If the algorithm has finished its iteration for the current column of the paths list, then it will move on to the next column in the next iteration and repeat the process. If the algorithm finds points of divergence (multiple events follow from the event that is currently inspected), then it will add a new row to the list in which the new path is recorded. The algorithm will also recognize any paths that are actually a subsequence of a larger path and remove these from the paths list. These operations are illustrated in the picture below. The yellow, green and purple shaded cells indicate matches that the algorithm found. The orange, blue and red shaded cells indicate the events that have been added to the chains of events. For event 2, a new row had to be created, because two events follow from event 2. Two columns will be removed from the paths list during this iteration, because they contain paths that are already included in other paths.

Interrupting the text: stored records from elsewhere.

"""The figures of a run, each drawn by one function from the finished result datasets.

Every function takes a :class:`regimes.finished.Finished` and the validated
``[figures]`` settings and returns a :class:`matplotlib.figure.Figure`
(object-oriented matplotlib, no pyplot state: headless by construction).
Nothing here recomputes the analysis; the only numbers derived are for
display (unit scaling, least-squares trend lines of the yearly frequencies,
the geometric duration law implied by the stored transition probabilities).
Panels carry the label ``panel`` so that they can be counted.

Colours: the anomaly maps use a ColorBrewer diverging scheme (colour-blind
safe; Harrower & Brewer 2003, Cartogr. J. 40, 27-37, from memory), one symmetric scale
shared by all panels of a figure; regimes are told apart by Paul Tol's
"muted" qualitative scheme (colour-blind safe; Tol 2021, SRON technical note
SRON/EPS/TN/09-002, from memory).
"""

from __future__ import annotations

import calendar as _calendar
import math
import textwrap
from dataclasses import dataclass
from typing import Callable

import cftime
import matplotlib
import numpy as np
import xarray as xr
from matplotlib.colors import ListedColormap
from matplotlib.figure import Figure
from matplotlib.patches import Patch
from matplotlib.ticker import MaxNLocator, PercentFormatter
from scipy import stats as _stats

from . import data, maps
from .cluster import UNASSIGNED
from .finished import Finished

UNASSIGNED_COLOUR = "#BBBBBB"
"""The unassigned state (label 0): a neutral grey outside the regime scheme."""

REGIME_COLOURS = ("#CC6677", "#332288", "#DDCC77", "#117733", "#88CCEE", "#882255", "#44AA99", "#999933", "#AA4499")

WIDTH = 10.0
"""Figure width in inches; the report shows every figure at the same width."""

LOOK = {
    "font.size": 9,
    "axes.titlesize": 9.5,
    "axes.titleweight": "bold",
    "axes.titlelocation": "left",
    "axes.labelsize": 8.5,
    "axes.edgecolor": "#555555",
    "axes.spines.top": False,
    "axes.spines.right": False,
    "axes.grid": True,
    "axes.axisbelow": True,
    "grid.color": "#dddddd",
    "grid.linewidth": 0.6,
    "xtick.labelsize": 8,
    "ytick.labelsize": 8,
    "legend.fontsize": 8,
    "legend.frameon": False,
    "figure.titlesize": 11,
    "figure.titleweight": "bold",
    "figure.facecolor": "white",
    "savefig.facecolor": "white",
}
"""The house style, applied with :func:`matplotlib.rc_context` around drawing and saving."""


# --------------------------------------------------------------------------
# small helpers
# --------------------------------------------------------------------------


def regime_colours(k: int) -> list:
    """One colour per regime 1..k (Tol's muted scheme; beyond nine, matplotlib's tab20)."""
    if k <= len(REGIME_COLOURS):
        return list(REGIME_COLOURS[:k])
    return [matplotlib.colormaps["tab20"](i % 20) for i in range(k)]


def state_colours(states) -> list:
    """One colour per state of the labels: each regime keeps its colour of :func:`regime_colours`, unassigned (0) is grey."""
    colours = regime_colours(int(max(states)))
    return [UNASSIGNED_COLOUR if s == UNASSIGNED else colours[s - 1] for s in states]


def regime_label(run: Finished, regime: int) -> str:
    """'Regime 2' or, when the config named the regimes, 'Regime 2 · blocked'; 'Unassigned' for label 0."""
    if regime == UNASSIGNED:
        return "Unassigned"
    name = str(run.statistics["regime_name"].sel(regime=regime).values)
    return f"Regime {regime}" if name == f"regime_{regime}" else f"Regime {regime} · {name}"


def display_units(units: str) -> tuple[float, str]:
    """Factor and units for display: pressures in Pa are shown in hPa (common practice on weather maps)."""
    return (0.01, "hPa") if units == "Pa" else (1.0, units)


def symmetric_levels(values: xr.DataArray, intervals: int) -> np.ndarray:
    """Contour levels symmetric about zero spanning the largest |value|, in about ``intervals`` nice steps."""
    top = float(np.nanmax(np.abs(values.values)))
    top = top if np.isfinite(top) and top > 0 else 1.0
    levels = MaxNLocator(nbins=intervals, symmetric=True, steps=[1, 2, 2.5, 5, 10]).tick_values(-top, top)
    return levels[np.abs(levels) <= top + (levels[1] - levels[0])]


def season_months(run: Finished) -> list[int]:
    """Calendar months of the season in season order (the whole year from January when none was selected)."""
    months = run.settings.get("months") or list(range(1, 13))
    start = data.season_start(months)
    return sorted(months, key=lambda m: (m - start) % 12)


def season_name(months: list[int]) -> str:
    """'DJF' for up to five months, else 'Nov-Mar'; 'all months' for the whole year."""
    if len(months) == 12:
        return "all months"
    if len(months) <= 5:
        return "".join(_calendar.month_abbr[m][0] for m in months)
    return f"{_calendar.month_abbr[months[0]]}–{_calendar.month_abbr[months[-1]]}"


def period_text(run: Finished) -> str:
    """Season, first and last season-year and number of days, e.g. 'DJF 1990–2010, 1805 days' (', 5 members' for an ensemble)."""
    years = run.labels["season_year"].values
    members = f", {run.labels.sizes['member']} members" if "member" in run.labels.dims else ""
    return f"{season_name(season_months(run))} {years.min()}–{years.max()}, {run.labels.sizes['time']} days{members}"


def _panel(ax):
    ax.set_label("panel")
    return ax


def _grid_shape(n: int, aspect: float = 0.7) -> tuple[int, int]:
    """Rows and columns of ``n`` panels of height/width ``aspect``: wide maps in fewer columns."""
    cols = min(n, 3) if n != 4 else 2
    if aspect < 0.3:
        cols = 1
    elif aspect < 0.45:
        cols = min(cols, 2)
    return math.ceil(n / cols), cols


def _figure(height: float) -> Figure:
    return Figure(figsize=(WIDTH, height), layout="constrained")


def _annotate_empty(ax, text: str = "not computed") -> None:
    ax.text(0.5, 0.5, text, transform=ax.transAxes, ha="center", va="center", color="#777777")


# --------------------------------------------------------------------------
# maps
# --------------------------------------------------------------------------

That is basically it. After the algorithm finishes all iterations, it will return the resulting paths list.

Unsolved problems

There is one quite serious problem that I wasn’t able to solve. The number of possible paths in a graph increases very quickly if there are many points of convergence (nodes with a high indegree) and divergence (nodes with a high outdegree) in the graph. In those cases the algorithm will take a long time to finish, even on a relatively fast computer.

I also haven’t figured out a way to predict how much iterations the algorithm must run before finishing the task (to be honest, I haven’t thought about it too much). The algorithm will indicate which iteration it is currently doing, but it won’t indicate how many iterations it still has to go. If you’re running the algorithm on a large and/or complex graph, expect long waiting times, especially on slower machines.

The code

You can download the code here. The zip-file contains a file called FindPaths.R. To use it in R, move the file to your current working directory for R and then type source(“FindPaths.R”) in your R-interface. This will make available the FindPaths function. Open the file itself with a text editor, or with R’s script editor to find more instructions on how to use the function.

I’m relatively new to R and it is highly likely that parts of the code (or perhaps even all of it) are less efficient than they could be. I’m always open to suggestions for improvement.